Welcome to the Vital Integrities Blog
 

The Leader of the Band Has Died

Peter Drucker, arguably the most prominent and insightful leadership thinker in our lifetime, died last week at age ninety-five. The author of more than thirty books--the first published in 1939--he was a pioneer among leadership teachers. Mr. Drucker was an early advocate of leadership as its own craft, not simply an extra duty that comes with a management title. Over a career that spanned sixty years, he foresaw the evolution of business and the effects those changes would have on motivating workers: He accurately predicted that companies would need fewer laborers and more knowledge workers. He encouraged leaders to share their organizations' mission with employees. And he understood that "management is about human beings."

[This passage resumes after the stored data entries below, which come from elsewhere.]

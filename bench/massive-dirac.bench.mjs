// Cost of a massive Dirac mode against a massless s = 1/2 mode of the same
// j, m, a and ω, at the default tolerance 1e-8 (docs/massive-dirac.md; the
// target: at most twice). Both signs of κ are timed; the ratio is CPU time
// massive/massless (process CPU time, immune to preemption on a shared
// machine). Also prints the number of right-hand-side evaluations of each,
// the stated error against tol-1e-12 solves and the accuracy against the
// 30-digit mpmath reference (test/fixtures/massive-dirac), as true error / relError.
//
// Timing: warm-up passes over every mode first (4 s of CPU, so that no row
// pays for the compilation of code the later rows share), then per mode
// ROUNDS rounds, each timing every function once (cpuMs, BATCH_MS of
// CPU), the order rotated from round to round, half of them in a first sweep
// over the modes and the rest in a second. A row's times are the least
// over the rounds (load and collections only ever add CPU time), its ratio
// the ratio of those; the median over the rounds of massive/massless within
// one round is recorded beside it (pairedRatio).
// The near-threshold rows (Mω = 2.5, v = k∞/ω = 0.05, where the far series
// converges only at ~1e4 M) are summarised apart.
//
// Run after `npm run build`:
//   node bench/massive-dirac.bench.mjs [--baseline DIR] [--worst] [--cold] [--rounds N] [--name NAME]
// --baseline DIR: also times DIR's build (e.g. /tmp/base-main, its own massless
//   and massive solves) in the same rounds, and prints its ratios beside ours.
// --cold: no call repeats the problem of the one before (see `varied`).
// --worst: only the modes that were at or above 2 in the last recorded runs, more rounds.
// Results: bench/results/<NAME, default massive-dirac>-<date>.json.
import { readFileSync } from 'node:fs';
import { greybody } from '@penumbra/flux';
import { fmt, median, table, writeResult } from './lib.mjs';

const args = process.argv.slice(2);
const option = (name) => {
  const i = args.indexOf(name);
  return i >= 0 ? args[i + 1] : undefined;
};
const worstOnly = args.includes('--worst');
const ROUNDS = Number(option('--rounds') ?? (worstOnly ? 16 : 8));
const BATCH_MS = 10;
const baselineDir = option('--baseline');
const baseline = baselineDir ? await import(`${baselineDir}/packages/flux/dist/index.js`) : undefined;

const NEAR_MU = 2.5 * Math.sqrt(1 - 0.05 ** 2);
let CASES = [];
for (const a of [0, 0.7, 0.99]) {
  for (const [l, m] of [
    [0.5, 0.5],
    [1.5, -0.5],
    [2.5, 2.5],
  ]) {
    for (const [omega, mu] of [
      [0.3, 0.1],
      [0.8, 0.4],
      [0.0505, 0.05],
    ]) {
      CASES.push({ a, l, m, omega, mu, near: false });
    }
    CASES.push({ a, l, m, omega: 2.5, mu: NEAR_MU, near: true });
  }
}
if (worstOnly) {
  // at or above 2 in bench/results/massive-dirac-2026-12-04.json or in the first runs of 2026-12-05
  const worst = [
    [0, 0.5, 2.5],
    [0.7, 0.5, 2.5],
    [0, 2.5, 0.8],
    [0.7, 0.5, 0.3],
    [0.99, 2.5, 0.3],
    [0, 2.5, 2.5],
    [0.7, 2.5, 0.8],
  ];
  CASES = CASES.filter((c) => worst.some(([a, l, omega]) => c.a === a && c.l === l && c.omega === omega));
}

const masslessProblem = (c) => ({ hole: { a: c.a }, mode: { field: { spin: 0.5 }, l: c.l, m: c.m }, omega: c.omega });
const massiveProblem = (c, kappaSign) => ({
  hole: { a: c.a },
  mode: { field: { spin: 0.5, mass: c.mu }, l: c.l, m: c.m, kappaSign },
  omega: c.omega,
});

/**
 * With --cold, every call moves ω by a few parts in 1e7 (a cycle of 97), so
 * that no solve repeats the one before it: what a sum over frequencies pays
 * (the spin-weighted eigenvalue then warm-starts, λ and the far series are
 * solved afresh); without, each call repeats the same problem.
 */
const cold = args.includes('--cold');
function varied(problem) {
  if (!cold) return () => problem;
  let i = 0;
  return () => ({ ...problem, omega: problem.omega * (1 + 3e-7 * (i++ % 97)) });
}

/** The functions timed for one mode: [massless, κ+, κ−] of this build, then the same of the baseline. */
function functions(c) {
  const builds = baseline ? [greybody, baseline.greybody] : [greybody];
  return builds.flatMap((g) => {
    const [p0, p1, p2] = [masslessProblem(c), massiveProblem(c, 1), massiveProblem(c, -1)].map(varied);
    return [() => g(p0()), () => g(p1()), () => g(p2())];
  });
}

// Warm-up: passes over every function of every mode for WARMUP_MS of CPU (measured: the optimising compiler
// and the first collections settle only after ~1 s of calls; with a few passes the first rows' solves cost 5× more).
const WARMUP_MS = Number(option('--warmup') ?? 4000);
{
  const all = CASES.flatMap(functions);
  const t0 = process.cpuUsage();
  let used = 0;
  while (used < WARMUP_MS) {
    for (const f of all) f();
    const d = process.cpuUsage(t0);
    used = (d.user + d.system) / 1e3;
  }
}

/**
 * CPU ms per call of fn over at least minMs: calls in chunks of 8 between
 * readings of the CPU clock (reading it after every call was measured at a
 * few per cent of a 50 µs solve).
 */
function cpuMs(fn, minMs) {
  const start = process.cpuUsage();
  let calls = 0;
  let used = 0;
  do {
    for (let i = 0; i < 8; i++) fn();
    calls += 8;
    const d = process.cpuUsage(start);
    used = (d.user + d.system) / 1e3;
  } while (used < minMs);
  return used / calls;
}

/**
 * Appends to t[j] the CPU ms per call of fns[j] in each of `count` rounds
 * (order rotated from round to round, starting at round `first`).
 */
function rounds(fns, t, first, count) {
  // a discarded batch of each first (measured: without it the first mode timed after the warm-up still cost up to 1.6× more)
  for (const f of fns) cpuMs(f, BATCH_MS);
  for (let i = first; i < first + count; i++) {
    for (let k = 0; k < fns.length; k++) {
      const j = (i + k) % fns.length;
      t[j].push(cpuMs(fns[j], BATCH_MS));
    }
  }
}
// The rounds of every mode in two sweeps over the list, so that a disturbance of a few seconds (the compiler
// still busy with the first modes, a burst of load) reaches only part of any row's rounds.
const times = CASES.map((c) => functions(c).map(() => []));
const firstSweep = Math.ceil(ROUNDS / 2);
for (const [first, count] of [
  [0, firstSweep],
  [firstSweep, ROUNDS - firstSweep],
]) {
  CASES.forEach((c, i) => {
    rounds(functions(c), times[i], first, count);
  });
}
/** Median over the rounds of the ratio of two functions' times in the same round. */
const pairedRatio = (num, den) => median(num.map((x, i) => x / den[i]));
/** Ratio of the least times over the rounds. */
const bestRatio = (num, den) => Math.min(...num) / Math.min(...den);

const rows = [];
const records = [];
for (const [caseIndex, c] of CASES.entries()) {
  const nMassless = greybody(masslessProblem(c)).diagnostics.rhsEvaluations;
  const t = times[caseIndex];
  for (const [kappaSign, index] of [
    [1, 1],
    [-1, 2],
  ]) {
    const g = greybody(massiveProblem(c, kappaSign));
    const nMassive = g.diagnostics.rhsEvaluations;
    // the stated error against a tol-1e-12 solve
    const tight = greybody(massiveProblem(c, kappaSign), { tol: 1e-12 });
    const trueError = Math.abs(g.gamma / tight.gamma - 1);
    const ratio = bestRatio(t[index], t[0]);
    const record = {
      ...c,
      kappaSign,
      msMassless: Math.min(...t[0]),
      msMassive: Math.min(...t[index]),
      ratio,
      pairedRatio: pairedRatio(t[index], t[0]),
      ratioSpread: [Math.min(...t[index].map((x, i) => x / t[0][i])), Math.max(...t[index].map((x, i) => x / t[0][i]))],
      nMassless,
      nMassive,
      gamma: g.gamma,
      relError: g.relError,
      errorVsTight: trueError,
    };
    if (baseline) {
      record.msMasslessBaseline = Math.min(...t[3]);
      record.msMassiveBaseline = Math.min(...t[index + 3]);
      record.ratioBaseline = bestRatio(t[index + 3], t[3]);
      record.speedup = bestRatio(t[index + 3], t[index]);
      const b = baseline.greybody(massiveProblem(c, kappaSign));
      record.gammaBaseline = b.gamma;
      record.relErrorBaseline = b.relError;
    }
    records.push(record);
    rows.push([
      c.a,
      c.l,
      c.m,
      c.omega,
      fmt(c.mu, 4),
      kappaSign,
      fmt(record.msMassless),
      fmt(record.msMassive),
      fmt(ratio),
      fmt(record.pairedRatio),
      ...(baseline ? [fmt(record.ratioBaseline), fmt(record.speedup)] : []),
      nMassless,
      nMassive,
    ]);
  }
}
console.log(
  `${cold ? 'cold (ω moved by parts in 1e7 from call to call); ' : ''}${ROUNDS} rounds of ${BATCH_MS} ms CPU per function and mode after ${WARMUP_MS} ms of warm-up; times: least over the rounds; ratio = massive/massless of those; paired median = median over the rounds of massive/massless in one round${baseline ? `; baseline ${baselineDir}` : ''}`,
);
console.log(
  table(
    [
      'a',
      'j',
      'm',
      'Mω',
      'Mμ',
      'κ sign',
      'massless ms',
      'massive ms',
      'ratio',
      'paired median',
      ...(baseline ? ['baseline ratio', 'speed-up'] : []),
      'rhs massless',
      'rhs massive',
    ],
    rows,
  ),
);
function summary(label, rs) {
  if (rs.length === 0) return;
  const stats = (xs) => {
    const v = [...xs].sort((x, y) => x - y);
    return `median ${fmt(median(v))}, max ${fmt(v.at(-1))}, min ${fmt(v[0])}`;
  };
  const over = rs.filter((r) => r.ratio > 2).length;
  let line = `${label}, ${rs.length} modes: massive/massless CPU time ${stats(rs.map((r) => r.ratio))}; ${over} above 2`;
  if (baseline) {
    const overBase = rs.filter((r) => r.ratioBaseline > 2).length;
    line += `; baseline ${stats(rs.map((r) => r.ratioBaseline))}, ${overBase} above 2; speed-up over baseline ${stats(rs.map((r) => r.speedup))}`;
  }
  const evals = rs.map((r) => r.nMassive / r.nMassless);
  line += `; right-hand-side evaluations massive/massless median ${fmt(median(evals))}, max ${fmt(Math.max(...evals))}`;
  console.log(line);
}
summary('all', records);
summary(
  'Mω ≤ 0.8',
  records.filter((r) => !r.near),
);
summary(
  'near threshold, Mω = 2.5, v = 0.05',
  records.filter((r) => r.near),
);
{
  const worst = Math.max(...records.map((r) => r.errorVsTight / r.relError));
  console.log(
    `stated error against tol-1e-12 solves: largest |Γ/Γ_tight − 1| / relError ${fmt(worst)}${worst > 1 ? ' (ABOVE 1: an estimate below the true error)' : ''}`,
  );
}
if (baseline) {
  const moved = Math.max(
    ...records.map((r) => Math.abs(r.gamma / r.gammaBaseline - 1) / Math.max(r.relError, r.relErrorBaseline)),
  );
  console.log(`Γ against the baseline: largest |Γ/Γ_baseline − 1| / max(relError) ${fmt(moved)}`);
}

const fixture = JSON.parse(readFileSync(new URL('../test/fixtures/massive-dirac/massive-dirac.json', import.meta.url), 'utf8'));
const accuracy = [];
for (const r of fixture.values) {
  const p = {
    hole: { a: Number(r.a) },
    mode: {
      field: { spin: 0.5, mass: Number(r.fieldMass ?? r.mu) },
      l: Number(r.j ?? r.l),
      m: Number(r.m),
      kappaSign: Number(r.kappaSign),
    },
    omega: Number(r.omega),
  };
  const reference = Number(r.gamma_str ?? r.gamma);
  const g = greybody(p);
  const error = Math.abs(g.gamma / reference - 1);
  accuracy.push({ ...p, reference, error, relError: g.relError, ratio: error / g.relError });
}
console.log(
  `accuracy against the 30-digit reference (test/fixtures/massive-dirac, ${accuracy.length} rows, tol 1e-8): largest true error ${fmt(Math.max(...accuracy.map((a) => a.error)))}, largest true error / relError ${fmt(Math.max(...accuracy.map((a) => a.ratio)))}`,
);
const name = option('--name') ?? `massive-dirac${worstOnly ? '-worst' : ''}${cold ? '-cold' : ''}`;
console.log(
  `written ${writeResult(name, { cold, rounds: ROUNDS, batchMs: BATCH_MS, baseline: baselineDir ?? null, records, accuracy })}`,
);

Perhaps it was his upbringing--he fled Nazi Europe to come to the United States in 1937--but Peter Drucker distrusted charismatic leaders like the self-promoting celebrity CEOs who head so many of today's scandal-plagued corporations. Instead, he believed that employees are the key to any organization's success. Said Drucker, "The leaders who work most effectively, it seems to me, never say 'I.' And that's not because they have trained themselves not to say 'I.' They don't think 'I.' They think 'we'; they think 'team.' They understand their job [is] to make the team function. They accept responsibility and don't sidestep it, but 'we' gets the credit. This is what creates trust, what enables you to get the task done."

Good leaders everywhere owe a debt of gratitude to Peter Drucker. As does anyone who works for a good leader. So, in fact, do those of us trying to carry on his work.